Wo kann man den Chipsatztreiber des Mainboards deinstallieren um z.B. von einem neuen Board diesen zu installieren?


----------



## Hansvonwurst (9. März 2011)

Machs über den Geräte-Manager!
Ist in der Systemsteuerung irgendwo unter Hardware!


----------



## Dr Bakterius (9. März 2011)

Am einfachsten über Systemsteuerung -> Software. Wenn ein neues Board auf ein bestehendes BS gebügelt werden soll muss der Chipsatztreiber, LAn Treiber sowie Soundtreiber deinstalliert werden.


----------



## axel25 (9. März 2011)

Am ehesten über den Gerätemanager in der Systemsteuerung.
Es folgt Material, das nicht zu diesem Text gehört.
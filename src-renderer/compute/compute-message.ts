import type { NormProject } from '../../shared-core/norms/norm-project.ts';
import type { NormSetBuilt } from '../../shared-core/norms/norm-set.ts';
import type { PrintRange } from '../../shared-core/norms/print-range.ts';
import type { LineProblem } from '../../shared-core/tally/typed-counts.ts';
import type { BootstrapProgress, BootstrapResult } from '../../shared-core/precision/bootstrap.ts';

/** What the compute worker is asked; plain data. Groups are named by their keys. */
export type ComputeAsk =
  | { readonly kind: 'norm-set'; readonly project: NormProject }
  | { readonly kind: 'print-ranges'; readonly project: NormProject; readonly group: string }
  | { readonly kind: 'differ'; readonly project: NormProject; readonly group: string; readonly text: string }
  | { readonly kind: 'bootstrap'; readonly project: NormProject; readonly group: string };

/** Why somebody's column differs, ready to be shown. */
export interface DifferAnswer {
  readonly problems: readonly LineProblem[];
  /** Null as long as the column cannot be read. */
  readonly finding: string | null;
  readonly explanations: readonly string[];
  readonly rows: readonly { readonly scoreText: string; readonly theirs: string; readonly ours: string }[];
}

export type ComputeAnswer =
  | { readonly kind: 'norm-set'; readonly built: NormSetBuilt }
  | { readonly kind: 'print-ranges'; readonly ranges: readonly PrintRange[] }
  | { readonly kind: 'differ'; readonly answer: DifferAnswer }
  | { readonly kind: 'bootstrap'; readonly result: BootstrapResult };

export type ToWorker = { readonly id: number; readonly ask: ComputeAsk } | { readonly id: number; readonly stop: true };

export type FromWorker =
  | { readonly id: number; readonly answer: ComputeAnswer }
  | { readonly id: number; readonly progress: BootstrapProgress }
  | { readonly id: number; readonly fault: string };
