import { readPdf, type PlacedText } from '../src-main/press/pdf-text.ts';

/** One row of a printed table as a reader finds it: its group, raw score and percentile rank. */
export interface PrintedRow {
  readonly group: string;
  readonly score: string;
  readonly printed: string;
}

/** Points from one line of a table to the next, at most; what stands further below is no longer the table. */
const LARGEST_STEP = 28;

/**
 * Finds the rows of all conversion tables in a PDF by the places of its texts alone: the heading word "Raw" begins a
 * column of the table, the lines close below it are its rows, the first two texts of a line are raw score and percentile
 * rank, and the running head names the group.
 */
export async function rowsInPdf(bytes: Uint8Array): Promise<readonly PrintedRow[]> {
  const { pages } = await readPdf(bytes);
  return pages.flatMap(rowsOnPage);
}

function rowsOnPage(page: readonly PlacedText[]): readonly PrintedRow[] {
  const head = page.find(({ text }) => /^Table \d+ · /.test(text))?.text;
  if (head === undefined) throw new Error('a page without its running head');
  const group = head.replace(/^Table \d+ · /, '');
  const headings = page.filter(({ text }) => text === 'Raw');
  return headings.flatMap((heading, index) => {
    const start = heading.x - 25;
    const end = (headings[index + 1]?.x ?? Infinity) - 25;
    const column = page.filter(({ x, y }) => x >= start && x < end && y < heading.y);
    return tableLines(column, heading.y).flatMap((line) => {
      const texts = line.toSorted((left, right) => left.x - right.x).map(({ text }) => text.trim());
      const [score = '', printed = ''] = texts;
      return /^−?[\d.]+$/.test(score) ? [{ group, score, printed }] : [];
    });
  });
}

/** The lines of a column from its heading down to the first large gap. */
function tableLines(column: readonly PlacedText[], from: number): readonly (readonly PlacedText[])[] {
  const lines = new Map<string, PlacedText[]>();
  for (const item of column) lines.set(item.y.toFixed(1), [...(lines.get(item.y.toFixed(1)) ?? []), item]);
  const heights = [...lines.keys()].map(Number).sort((left, right) => right - left);
  let last = from;
  const table: (readonly PlacedText[])[] = [];
  for (const height of heights) {
    if (last - height > LARGEST_STEP) break;
    last = height;
    table.push(lines.get(height.toFixed(1)) ?? []);
  }
  return table;
}
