import AxeBuilder from '@axe-core/playwright';
import { expect, type Page } from 'playwright/test';

/** Nothing that the accessibility checker finds, by the rules of WCAG 2.1 A and AA and its best practices. */
export async function expectAccessible(page: Page): Promise<void> {
  const { violations } = await new AxeBuilder({ page }).analyze();
  expect(
    violations.map(({ id, nodes }) => `${id}: ${nodes.map((node) => node.html.slice(0, 120)).join(' | ')}`),
  ).toEqual([]);
}

/** The page as a whole never scrolls sideways. */
export async function expectNoSidewaysScroll(page: Page): Promise<void> {
  const [inner, outer] = await page.evaluate(() => [document.documentElement.scrollWidth, window.innerWidth] as const);
  expect(inner).toBeLessThanOrEqual(outer);
}

/** Takes down what the page complains of: errors, and breaches of its own policy. */
export function complaintsOf(page: Page): readonly string[] {
  const complaints: string[] = [];
  page.on('console', (message) => {
    if (message.type() === 'error' || message.type() === 'warning') complaints.push(message.text());
  });
  page.on('pageerror', (error) => complaints.push(error.message));
  return complaints;
}

export async function goTo(page: Page, station: string): Promise<void> {
  await page
    .getByRole('navigation', { name: 'Stations' })
    .getByRole('button', { name: new RegExp(`^${station}`) })
    .click();
  await expect(page.getByRole('main', { name: station })).toBeVisible();
}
@Br Bakterius: Da wird zwar der NV-Treiber und so aufgelistet, am besten sollte man sowas aber über den Gerätemanager machen.


----------



## Dr Bakterius (9. März 2011)

Ich habe das schon so oft nach meiner Methode gemacht mit unterschiedlichsten Chipsätzen und das ohne Probleme. Ist schon arg umständlich die ganzen Treiberfitzel unte rSystemgeräte heraus zu puhlen.


----------



## Steck0rWechsl0r (10. März 2011)

Dr Bakterius schrieb:


> Ich habe das schon so oft nach meiner Methode gemacht mit unterschiedlichsten Chipsätzen und das ohne Probleme. Ist schon arg umständlich die ganzen Treiberfitzel unte rSystemgeräte heraus zu puhlen.


 
Das mache ich auch so. Vor allem haben mich die Nvidia, Intel und AMD - Installer bisher nicht enttäuscht. Man kann ja hinterher nochmal den CCleaner darüber jagen... CCleaner - Optimization and Cleaning - Free Download Bei Via-Chipsätzen wäre ich allerdings vorsichtig, die gibts aber (fast) nicht mehr für normale CPU's. VIA ist Oldschool und immer irgendwie buggy.


----------



## €eld (10. März 2011)

Bei mir gibt es unter Systemsteuerung kein "Software" 
Geht das nicht einfach auch über Programme und Funktionen -> Programme deinstallieren ?
Oder doch über den Geräte Manager?
Edit: Müsste ich alles, was hier aufgeklappt ist deinstallieren?
Bild: 


			Dieser Inhalt steht nur eingeloggten Mitgliedern zur Verfügung.
        


Wieso wird beim Installieren eines neuen Treibers nicht einfach der alte gelöscht?


----------



## Dr Bakterius (10. März 2011)

Ja das ist quasi gleich mit Programme entfernen. Dort müssten die ja auftauchen.


----------



## Steck0rWechsl0r (10. März 2011)

Ich habe mich mal noch ein bißchen informiert, vielleicht hilft dir dieses Tool (es soll sehr gut sein) in deinem Fall besser: Driver Sweeper - Download - CHIP Online


----------



## Westcoast (10. März 2011)

normal installiert Windows automatisch den chipsatztreiber und passt diesen an.
man muss da nicht viel machen. hast du auf ein neues board gewechselt? 

ich persönlich setze das betriebssystem neu auf, wenn ein boardwechsel vorliegt .


----------



## €eld (10. März 2011)

Nene das Board kommt erst noch ^^


----------